Exact reproduction required: the lines below from the line with "repository e00d398ce8f2ec01" to the line with "mod common;", both ends included, and no others.

[Saved entries]
== Segment start ==
#[test]
fn nearest_ring_is_short_in_the_evening_by_hand() {
    let f = TempPath::with_text("routing-matrices-ring", RING);
    for routing in ["nearest", "steered"] {
        let (run, doc) = audit_json(
            f.path(),
            &["--routing", routing, "--kinds", "links", "--headroom"],
        );
        // The text wraps at 100 columns: read its sentences with single spaces.
        let flat = run.stdout.split_whitespace().collect::<Vec<_>>().join(" ");
        assert_eq!(
            scenarios(&doc).len(),
            RING_TABLE.len(),
            "5 scenarios × 2 matrices"
        );
        // RING's hand table.
        for &(names, m, served, short, best, lambda) in RING_TABLE {
            let sc = pair(&doc, names, m);
            let what = format!("{routing} {names:?} under {m}");
            assert_near(
                num(sc, "served_required"),
                served,
                &format!("{what} served"),
            );
            assert_near(num(sc, "shortfall"), short, &format!("{what} shortfall"));
            assert_near(
                num(sc, "best_served_required"),
                best,
                &format!("{what} best"),
            );
            assert_near(
                num(sc, "recoverable"),
                best - served,
                &format!("{what} win-back"),
            );
            assert_near(num(sc, "headroom"), lambda, &format!("{what} headroom"));
        }
        // The least headroom is 2/3, shared by four evening pairs each 10 short; the
        // baseline ranks first among them (fewer elements), so it names the baseline and
        // the evening.
        assert_near(num(&doc["headroom"], "value"), 2.0 / 3.0, "least headroom");
        assert_eq!(doc["headroom"]["matrix"], "evening");
        assert_eq!(doc["headroom"]["failed"], serde_json::json!([]));
        // Traffic moved is measured against the scenario's own matrix's baseline: with cd
        // down in the evening the half (15) that went c→d→a now goes c→b→a, so c→b and b→a
        // carry 15 more each (of the 30 offered), and nothing else rises.
        let moved = pair(&doc, &["link:cd"], "evening")["traffic_moved_onto"]
            .as_array()
            .unwrap()
            .clone();
        let mut got: Vec<(String, String, f64)> = moved
            .iter()
            .map(|m| {
                (
                    m["from"].as_str().unwrap().to_string(),
                    m["to"].as_str().unwrap().to_string(),
                    num(m, "increase"),
                )
            })
            .collect();
        got.sort_by(|x, y| x.0.cmp(&y.0));
        assert_eq!(got.len(), 2, "{moved:?}");
        assert_eq!((got[0].0.as_str(), got[0].1.as_str()), ("b", "a"));
        assert_eq!((got[1].0.as_str(), got[1].1.as_str()), ("c", "b"));
        assert_near(got[0].2, 15.0, "b→a increase");
        assert_near(got[1].2, 15.0, "c→b increase");
        // The text: one baseline line per matrix, and the routed table lists each scenario
        // once, under its worst matrix.
        assert!(
            flat.contains(&format!(
                "Baseline under matrix evening: {routing} serves 20 of 30 Gbit/s required"
            )),
            "{}",
            run.stdout
        );
        assert!(flat.contains(&format!(
            "Baseline under matrix base: {routing} serves 12 of 12 Gbit/s required"
        )));
        // On a wide screen every name stays on one line: the routed table lists each
        // scenario once, under its worst matrix.
        let wide = redoubt_env(
            &[
                "audit",
                f.path(),
                "-q",
                "--routing",
                routing,
                "--kinds",
                "links",
            ],
            &[("COLUMNS", "200")],
        );
        assert_eq!(wide.code, 0, "{}", wide.stderr);
        let section = wide
            .stdout
            .split(&format!(
                "under {routing} routing, beside the best re-route"
            ))
            .nth(1)
            .unwrap()
            .split("Short under")
            .next()
            .unwrap();
        assert!(section.contains("each scenario once, under its worst matrix"));
        let rows: Vec<&str> = section
            .lines()
            .filter(|l| l.starts_with("link:") || l.starts_with("baseline"))
            .collect();
        assert_eq!(rows.len(), 5, "one row per scenario:\n{section}");
        for name in ["baseline", "link:bc", "link:cd", "link:da"] {
            assert!(
                rows.iter()
                    .any(|r| r.starts_with(&format!("{name} under matrix evening "))),
                "{name} under its worst matrix:\n{section}"
            );
        }
        assert!(
            flat.contains(&format!(
                "Short under {routing} routing but fully served by a re-route (1): baseline \
                 under matrix evening"
            )),
            "{}",
            run.stdout
        );
    }
}
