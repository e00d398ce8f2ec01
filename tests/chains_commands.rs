//! Files with service chains (`functions`) through the commands beyond a plain audit:
//! several traffic matrices, shards and `merge`, `--resume`, `compare`. Outside references:
//! the per-demand layered LP on microlp of `tests/common/chain_reference.rs` (a second
//! formulation on a second solver, written from the input contract), the contract's own
//! statements ("every scenario is evaluated under every matrix"; a file holding one matrix
//! as its `demands` is that matrix), and hand calculations written out beside each check.

#[path = "common/chain_reference.rs"]
mod chain_reference;
mod common;

use chain_reference::{RNet, assert_close, failed_element, random_net, reference_served};
use common::json::{alone, audit_bytes, audit_json, compare_json, failed_of, num, pair, scenarios};
use common::{TempPath, redoubt};
use rand::prelude::*;
use serde_json::{Value, json};

/// A second traffic matrix for `t`: every demand at 1.6 times its volume and required
/// (a busy hour), the last one dropped and a new plain demand between the first two sites.
fn busy_hour(t: &RNet) -> RNet {
    let mut demands: Vec<_> = t
        .demands
        .iter()
        .map(|(a, b, v, r, c)| (*a, *b, v * 1.6, r * 1.6, c.clone()))
        .collect();
    demands.pop();
    demands.push((0, 1, 7.5, 5.0, Vec::new()));
    RNet {
        gains: t.gains.clone(),
        capacity: t.capacity.clone(),
        links: t.links.clone(),
        demands,
    }
}

/// `t`'s file with `peak` as a second matrix named `busy`.
fn with_matrix(t: &RNet, peak: &RNet) -> String {
    let mut v = t.to_json();
    let busy = peak.to_json()["demands"].clone();
    v["matrices"] = json!([{"id": "busy", "demands": busy}]);
    v.to_string()
}

/// Every scenario at depth 1 under every matrix of a chain file with `matrices`: the
/// per-demand microlp reference on that matrix's demands gives its served_required and
/// throughput, and the audit of a file holding that matrix alone as its `demands` gives the
/// same scenario objects' values; `--matrix busy` lists exactly the busy pairs. Both chain
/// engines.
#[test]
fn every_scenario_under_every_matrix_equals_the_matrix_alone() {
    let mut rng = StdRng::seed_from_u64(0x0C4A_13A7);
    for instance in 0..6 {
        let t = random_net(&mut rng);
        let peak = busy_hour(&t);
        let text = with_matrix(&t, &peak);
        let file = TempPath::with_text("chain-mx", &text);
        for engine in ["walks", "edge"] {
            let args = ["--threads", "1", "--depth", "1", "--engine", engine];
            let (_, doc) = audit_json(file.path(), &args);
            let per = 1 + t.capacity.len() + t.links.len();
            assert_eq!(
                scenarios(&doc).len(),
                2 * per,
                "each scenario under each matrix"
            );
            for (m, net) in [("base", &t), ("busy", &peak)] {
                let one = TempPath::with_text("chain-mx-alone", &alone(&text, m));
                let (_, lone) = audit_json(one.path(), &args);
                for sc in scenarios(&lone) {
                    let names = failed_of(sc);
                    let names: Vec<&str> = names.iter().map(String::as_str).collect();
                    let got = pair(&doc, &names, m);
                    let what = format!("instance {instance}, {engine}, {names:?} under {m}");
                    assert_eq!(got["verification"]["status"], "proven", "{what}");
                    let (site, link) = failed_element(sc);
                    for (field, by_volume) in [("served_required", false), ("throughput", true)] {
                        let want = reference_served(net, site, link, by_volume);
                        assert_close(num(got, field), want, &format!("{what}: {field}"));
                        assert_close(num(sc, field), want, &format!("{what}: {field} alone"));
                    }
                    // The engines may stop at another point of the proven interval (a
                    // matrix other than `base` starts cold in the file with matrices).
                    assert_close(num(got, "shortfall"), num(sc, "shortfall"), &what);
                }
            }
            let mut sel = args.to_vec();
            sel.extend(["--matrix", "busy"]);
            let (_, busy) = audit_json(file.path(), &sel);
            assert_eq!(scenarios(&busy).len(), per);
            assert!(scenarios(&busy).iter().all(|sc| sc["matrix"] == "busy"));
        }
    }
}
== Segment end ==
*EXERCISE ANSWER:*
repository e00d398ce8f2ec01
filename tests/chains_commands.rs
//! Files with service chains (`functions`) through the commands beyond a plain audit:
//! several traffic matrices, shards and `merge`, `--resume`, `compare`. Outside references:
//! the per-demand layered LP on microlp of `tests/common/chain_reference.rs` (a second
//! formulation on a second solver, written from the input contract), the contract's own
//! statements ("every scenario is evaluated under every matrix"; a file holding one matrix
//! as its `demands` is that matrix), and hand calculations written out beside each check.

#[path = "common/chain_reference.rs"]
mod chain_reference;
mod common;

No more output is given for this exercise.